*WHAT IS REQUIRED*
Please give again, word for word, the lines that lie between the start of the listing below and the line with "def compare_markdown(d: dict)", both included.

*RECORDED INFORMATION*
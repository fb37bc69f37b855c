"""Markdown rendering of a comparison report (a document a buyer can paste into a tender).

Owns: the Markdown layout. May import ``report.model`` only; it computes nothing.
"""

from __future__ import annotations

from .format import humanize
from .model import COMPARE_ROWS, collapse_notes, marked_cell


def compare_markdown(d: dict) -> str:
    """A report a buyer can paste into a tender file (GitHub-flavoured Markdown)."""
    cur = d["currency"]
    lines = [f"# {d['fleet']}: supply options compared", "",
             f"Service life {d['service_life_years']} years, discount rate "
             f"{100 * d['discount_rate']:.1f} %, energy price escalation "
             f"{100 * d['energy_escalation']:.1f} % per year. Figures from fleetpower "
             "simulations of each design on the same fleet, phases, profiles and tariff.", "",
             "| | " + " | ".join(f"{x['letter']}: {x['name']}" for x in d["designs"]) + " |",
             "|---|" + "---:|" * len(d["designs"])]
    for label, key, digits, unit in COMPARE_ROWS:
        if key is None:
            lines.append(f"| **{label}** |" + " |" * len(d["designs"]))
            continue
        lines.append(f"| {label} | " + " | ".join(marked_cell(x, key, digits, unit, cur)
                                                 for x in d["designs"]) + " |")
    lines.append("| safety | " + " | ".join(x["safety"] for x in d["designs"]) + " |")
    lines.append("| failed checks | " + " | ".join(
        (", ".join(humanize(f) for f in x["failures"]) or "none") for x in d["designs"]) + " |")
    lines += [""] + collapse_notes(d)
    if d.get("shared_failures"):
        lines += ["", "Every candidate (groups they do not replace) fails: "
                  + "; ".join(humanize(f) for f in d["shared_failures"])
                  + " - not counted against any candidate."]
    if d.get("warnings"):
        lines += ["", "## Warnings", ""] + [f"- {humanize(w)}" for w in d["warnings"]]
    lines += ["", "## Recommendation", "", humanize(d["recommendation"]), ""]
    if d.get("basis"):
        lines += [f"Designs enter as: {d['basis']}.", ""]
    if d["paybacks"]:
        lines += ["## Payback", ""] + [f"- {humanize(p['reason'])}" for p in d["paybacks"]] + [""]
    lines += ["## What drives the difference", ""] + \
        [f"- {x['letter']}: {humanize(x['driver'])}" for x in d["designs"]] + [""]
    if d.get("caution"):
        lines += ["## Safety", "", d["caution"], ""]
    lines += ["Limit verdicts use tables recorded in fleetpower's data/limits/ (mostly from "
              "memory); they are an engineering aid, not a certification.", ""]
    return "\n".join(lines)


__all__ = ["compare_markdown"]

*WORKED SOLUTION*
repository fb37bc69f37b855c
"""Markdown rendering of a comparison report (a document a buyer can paste into a tender).

Owns: the Markdown layout. May import ``report.model`` only; it computes nothing.
"""

from __future__ import annotations

from .format import humanize
from .model import COMPARE_ROWS, collapse_notes, marked_cell


def compare_markdown(d: dict) -> str:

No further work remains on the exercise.